Apache Solr is the search technology that powers many Drupal sites. It integrates easily with Drupal’s search_api contrib module, through the search_api_solr module. It’s easy enough to set up a single site installation of solr on your own, but if you’re serious about building Drupal sites with solr you will be building more than one site. Solr includes a ”multi-core” mode, which lets you serve multiple search cores to separate sites from a single installation. Each core looks, feels, and acts like a totally separate Solr install, so you can develop as many solr sites as you like. Each core has its own configuration, data directory… the works. One core can support extensive custom geo data, and another can be completely location blind. The best part: with Solr multicore, adding a new search core to your existing stack is a trivial 5 minute installation.

But getting a working, sane, and easy to manage solr multicore installation is not quite as trivial as a single site. I get asked for instructions on this all the time, so here they are for posterity. These instructions assume you’re running on a supported version of Ubuntu Linux, but very few steps are distribution-specific. I’ve noted them inline, so you can work out just what you need to do for your unique environment.

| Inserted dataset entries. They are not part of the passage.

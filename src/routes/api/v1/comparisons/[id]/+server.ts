/** GET /api/v1/comparisons/[id] — one comparison with the design numbers of its runs. */
import { requireMember } from '$lib/server/guard';
import * as comparisons from '$lib/server/comparisons';
import { notFound, ok } from '$lib/server/api/http';
import { comparisonDetail } from '$lib/server/api/comparison-views';
import type { RequestHandler } from './$types';

export const GET: RequestHandler = async (event) => {
	const { team } = await requireMember(event, 'viewer');
	const c = await comparisons.getComparison({ teamId: team.id, id: event.params.id });
	if (!c) return notFound('Comparison');
	return ok(await comparisonDetail(team.id, c));
};
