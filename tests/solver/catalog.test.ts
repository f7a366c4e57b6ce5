/**
 * The catalogue of design numbers and residuals (solver/catalog/design.ts) against what the models
 * emit: every design id and residual id of a one-class and a two-class height profile and of a
 * cross-section run has an entry, with the unit the solver writes. A new design number or residual
 * without an entry fails here, so the explanations on the pages cannot drift from the solver.
 */
import { describe, expect, it } from 'vitest';
import { defaultCase, oneClassCase, type CaseDocument } from '../../solver/case.js';
import { createSimulation, heightResidualNames, crossSectionResidualNames } from '../../solver/index.js';
import { designCatalog, residualCatalog, residualEntry } from '../../solver/catalog/design.js';
import { closureCatalog } from '../../solver/closures/catalog.js';

/** A few steps (residual ids) and the results of a short run (design ids). */
function emitted(c: CaseDocument, steps = 400) {
	const sim = createSimulation(c);
	const residualIds = new Set<string>();
	for (let k = 0; k < steps && sim.state.status === 'running'; k++) {
		sim.step();
		for (const id of Object.keys(sim.residuals())) residualIds.add(id);
	}
	return { design: sim.results().design, residualIds: [...residualIds] };
}

const short = (c: CaseDocument) => {
	c.numerics.endTimeS = 3;
	return c;
};

describe('catalogue of design numbers and residuals', () => {
	const runs: { name: string; kind: 'height-profile' | 'cross-section'; doc: CaseDocument; ids: string[] }[] = [
		{ name: 'a one-class height profile', kind: 'height-profile', doc: short(oneClassCase()), ids: [...heightResidualNames] },
		{
			name: 'a two-class height profile above the transition',
			kind: 'height-profile',
			doc: short(
				(() => {
					const c = defaultCase();
					c.sparging.superficialGasVelocityMS = 0.1;
					c.geometry = { heightM: 4, diameterM: 0.3, clearLiquidLevelM: 2 };
					return c;
				})()
			),
			ids: [...heightResidualNames]
		},
		{
			name: 'a height profile with size classes',
			kind: 'height-profile',
			doc: short(
				(() => {
					const c = defaultCase();
					c.bubbles.classes = 'size-classes';
					c.bubbles.sizeClassCount = 16;
					return c;
				})()
			),
			ids: [...heightResidualNames]
		},
		{ name: 'a cross-section', kind: 'cross-section', doc: defaultCase('cross-section'), ids: [...crossSectionResidualNames] },
		{
			name: 'a height profile with oxygen transfer',
			kind: 'height-profile',
			doc: short(
				(() => {
					const c = defaultCase();
					c.sparging.superficialLiquidVelocityMS = -0.01;
					c.transfer.mode = 'continuous';
					return c;
				})()
			),
			ids: [...heightResidualNames, 'soluteChangeRate']
		}
	];

	for (const r of runs) {
		it(`describes every design number and residual of ${r.name}, with the solver's unit`, () => {
			const { design, residualIds } = emitted(r.doc);
			expect(Object.keys(design).length).toBeGreaterThan(4);
			for (const [id, d] of Object.entries(design)) {
				const entry = designCatalog[id];
				expect(entry, `design number ${id} has no catalogue entry`).toBeDefined();
				expect(entry.unit, `unit of ${id}`).toBe(d.unit);
				for (const k of ['label', 'formula', 'source'] as const) expect(entry[k].length, `${k} of ${id}`).toBeGreaterThan(1);
			}
			for (const id of new Set([...residualIds, ...r.ids])) {
				const entry = residualEntry(r.kind, id);
				expect(entry, `residual ${id} of the ${r.kind} model has no catalogue entry`).not.toBeNull();
				expect(entry!.formula.length).toBeGreaterThan(3);
			}
		});
	}

	it('keeps the two classes’ own numbers in the two-class run', () => {
		const { design } = emitted(runs[1].doc);
		for (const id of ['holdupSmall', 'holdupLarge', 'slipLargeMS', 'diameterLargeM', 'transitionVelocityMS', 'largeWallFactor']) expect(design[id], id).toBeDefined();
	});

	it('has an entry for every residual kind it lists, and a label, line and source for every closure option', () => {
		expect(Object.keys(residualCatalog).sort()).toEqual(['cross-section', 'height-profile']);
		for (const options of Object.values(closureCatalog)) {
			for (const e of Object.values(options) as { label: string; models: string; source: string }[]) {
				expect(e.label.length).toBeGreaterThan(0);
				expect(e.models.length).toBeGreaterThan(3);
				expect(e.source.length).toBeGreaterThan(0);
			}
		}
	});
});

1) Understand what you’re doing

I know you aren’t going to read this whole post before getting started, so instead step 1 is to understand the beast.

Drupal’s search_api module allows you to plug in different search engines to act as the back end. We’re going to use the search_api_solr module, so that Drupal passes search indexing and queries to Apache Solr for processing. Installing and configuring this on the Drupal side is beyond the scope of this post, but it’s not radically different from any other contrib module. The radically different part is in setting up Solr, and making sure it knows how to understand the information coming from Drupal. 

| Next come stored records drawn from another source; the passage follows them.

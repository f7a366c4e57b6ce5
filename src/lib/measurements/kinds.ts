/**
 * Measurement kinds: what a member may upload, the two columns of each file, the units each
 * column may be given in, and the conversion to SI.
 *
 * SI inside: every stored and computed value is SI (m, Pa, s, kg/m³, m/s, fraction); the units
 * below exist only at the edge, for reading files and for display. A unit converts by
 * `si = value · factor + offset` (the offset is only non-zero for °C).
 */

export const measurementKinds = ['holdup-height', 'pressure-height', 'holdup-radial', 'liquid-velocity-radial', 'dissolved-oxygen'] as const;
export type MeasurementKind = (typeof measurementKinds)[number];

export interface Unit {
	/** as written in forms and files, e.g. `cm` */
	id: string;
	label: string;
	factor: number;
	offset?: number;
}

/** The quantity in one column of a measurement file. */
export type Quantity = 'height' | 'radial-position' | 'holdup' | 'pressure' | 'velocity' | 'time' | 'concentration';

export const unitsByQuantity: Record<Quantity, readonly Unit[]> = {
	height: [
		{ id: 'm', label: 'm', factor: 1 },
		{ id: 'cm', label: 'cm', factor: 0.01 },
		{ id: 'mm', label: 'mm', factor: 0.001 },
		{ id: 'ft', label: 'ft', factor: 0.3048 },
		{ id: 'in', label: 'in', factor: 0.0254 }
	],
	'radial-position': [
		{ id: '1', label: 'r/R (0–1)', factor: 1 },
		{ id: '%', label: 'r/R in %', factor: 0.01 }
	],
	holdup: [
		{ id: '1', label: 'fraction (0–1)', factor: 1 },
		{ id: '%', label: '%', factor: 0.01 }
	],
	// Absolute pressures only: a gauge reading needs the local barometric pressure, which the
	// file does not carry, so the analyst converts it before the upload.
	pressure: [
		{ id: 'Pa', label: 'Pa (absolute)', factor: 1 },
		{ id: 'kPa', label: 'kPa (absolute)', factor: 1e3 },
		{ id: 'MPa', label: 'MPa (absolute)', factor: 1e6 },
		{ id: 'bar', label: 'bar (absolute)', factor: 1e5 },
		{ id: 'mbar', label: 'mbar (absolute)', factor: 100 },
		{ id: 'atm', label: 'atm (absolute)', factor: 101325 },
		{ id: 'psi', label: 'psi (absolute)', factor: 6894.757293168361 }
	],
	velocity: [
		{ id: 'm/s', label: 'm/s', factor: 1 },
		{ id: 'cm/s', label: 'cm/s', factor: 0.01 },
		{ id: 'mm/s', label: 'mm/s', factor: 0.001 }
	],
	time: [
		{ id: 's', label: 's', factor: 1 },
		{ id: 'min', label: 'min', factor: 60 },
		{ id: 'h', label: 'h', factor: 3600 }
	],
	// mg/L and g/m³ are the same quantity; SI is kg/m³.
	concentration: [
		{ id: 'mg/L', label: 'mg/L', factor: 1e-3 },
		{ id: 'g/m3', label: 'g/m³', factor: 1e-3 },
		{ id: 'kg/m3', label: 'kg/m³', factor: 1 }
	]
};

export interface ColumnSpec {
	/** stable key used in stored tables and exports */
	key: string;
	label: string;
	quantity: Quantity;
	/** the SI unit the column is converted to */
	siUnit: string;
	/** unit preselected in the upload form */
	defaultUnit: string;
}

export interface KindSpec {
	kind: MeasurementKind;
	label: string;
	/** the position or time column: must be strictly increasing */
	x: ColumnSpec;
	y: ColumnSpec;
	/** true when x is a height above the sparger and must lie inside the column */
	xIsHeight: boolean;
	/** inclusive bounds of x in SI (height kinds are bounded by the column height instead) */
	xRange: readonly [number, number];
	/** inclusive bounds of y in SI, with the wording used when a value is refused */
	yRange: readonly [number, number];
	yRangeText: string;
}

export const kindSpecs: Record<MeasurementKind, KindSpec> = {
	'holdup-height': {
		kind: 'holdup-height',
		label: 'Gas holdup along the height',
		x: { key: 'heightM', label: 'height above the sparger', quantity: 'height', siUnit: 'm', defaultUnit: 'm' },
		y: { key: 'holdup', label: 'gas holdup', quantity: 'holdup', siUnit: '1', defaultUnit: '1' },
		xIsHeight: true,
		xRange: [0, Infinity],
		yRange: [0, 1],
		yRangeText: 'a holdup must lie between 0 and 1'
	},
	'pressure-height': {
		kind: 'pressure-height',
		label: 'Pressure taps along the height',
		x: { key: 'heightM', label: 'height above the sparger', quantity: 'height', siUnit: 'm', defaultUnit: 'm' },
		y: { key: 'pressurePa', label: 'absolute pressure', quantity: 'pressure', siUnit: 'Pa', defaultUnit: 'kPa' },
		xIsHeight: true,
		xRange: [0, Infinity],
		yRange: [Number.MIN_VALUE, Infinity],
		yRangeText: 'an absolute pressure must be greater than 0'
	},
	'holdup-radial': {
		kind: 'holdup-radial',
		label: 'Radial gas holdup profile',
		x: { key: 'radiusRatio', label: 'r/R', quantity: 'radial-position', siUnit: '1', defaultUnit: '1' },
		y: { key: 'holdup', label: 'gas holdup', quantity: 'holdup', siUnit: '1', defaultUnit: '1' },
		xIsHeight: false,
		xRange: [0, 1],
		yRange: [0, 1],
		yRangeText: 'a holdup must lie between 0 and 1'
	},
	'liquid-velocity-radial': {
		kind: 'liquid-velocity-radial',
		label: 'Radial liquid velocity profile',
		x: { key: 'radiusRatio', label: 'r/R', quantity: 'radial-position', siUnit: '1', defaultUnit: '1' },
		y: { key: 'liquidVelocityMS', label: 'axial liquid velocity', quantity: 'velocity', siUnit: 'm/s', defaultUnit: 'm/s' },
		xIsHeight: false,
		xRange: [0, 1],
		// downflow near the wall is negative; 20 m/s is far beyond any bubble column and catches unit slips
		yRange: [-20, 20],
		yRangeText: 'a liquid velocity must lie between −20 and 20 m/s'
	},
	'dissolved-oxygen': {
		kind: 'dissolved-oxygen',
		label: 'Dissolved-oxygen series (re-aeration test)',
		x: { key: 'timeS', label: 'time', quantity: 'time', siUnit: 's', defaultUnit: 's' },
		y: { key: 'concentrationKgM3', label: 'dissolved oxygen', quantity: 'concentration', siUnit: 'kg/m³', defaultUnit: 'mg/L' },
		xIsHeight: false,
		xRange: [0, Infinity],
		// 0.1 kg/m³ = 100 mg/L: several times pure-oxygen saturation, so anything above is a unit slip
		yRange: [0, 0.1],
		yRangeText: 'a dissolved-oxygen concentration must lie between 0 and 100 mg/L'
	}
};

export function isMeasurementKind(v: unknown): v is MeasurementKind {
	return typeof v === 'string' && (measurementKinds as readonly string[]).includes(v);
}

/** The unit `id` of a quantity, or `null` if that quantity has no such unit. */
export function findUnit(quantity: Quantity, id: string): Unit | null {
	return unitsByQuantity[quantity].find((u) => u.id === id) ?? null;
}

/** Convert a value given in `unit` to SI. */
export function toSi(value: number, unit: Unit): number {
	return value * unit.factor + (unit.offset ?? 0);
}

/** Convert an SI value to `unit` (for display and exports in the uploader's units). */
export function fromSi(valueSi: number, unit: Unit): number {
	return (valueSi - (unit.offset ?? 0)) / unit.factor;
}

/**
 * The operating point an upload was taken at (and a run is set up for). SI: superficial gas
 * velocity in m/s at the sparger, temperature in K, absolute pressure in Pa at the top of the column.
 */
export interface OperatingPoint {
	superficialGasVelocityMS: number;
	temperatureK: number;
	pressurePa: number;
}

/** Units offered for the operating point in the upload form. */
export const operatingPointUnits = {
	superficialGasVelocity: [
		{ id: 'm/s', label: 'm/s', factor: 1 },
		{ id: 'cm/s', label: 'cm/s', factor: 0.01 },
		{ id: 'mm/s', label: 'mm/s', factor: 0.001 }
	],
	temperature: [
		{ id: 'K', label: 'K', factor: 1 },
		{ id: 'C', label: '°C', factor: 1, offset: 273.15 }
	],
	pressure: unitsByQuantity.pressure
} as const satisfies Record<string, readonly Unit[]>;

Apache Solr is a search engine built in Java. Basically you run a java program, feed it a bunch of data, and it stores it in a searchable index. Then you send it search queries, and it gives you a sorted list of results. In order to do this, it needs to understand the structure of the data in the search index, and a handful of similar details. We’re lucky in that Drupal’s search_api_solr comes with exactly the configuration files we need to make Solr understand the indexing and search request data that comes from Drupal. We’ll be able to just copy the configuration files right out of the search_api_solr.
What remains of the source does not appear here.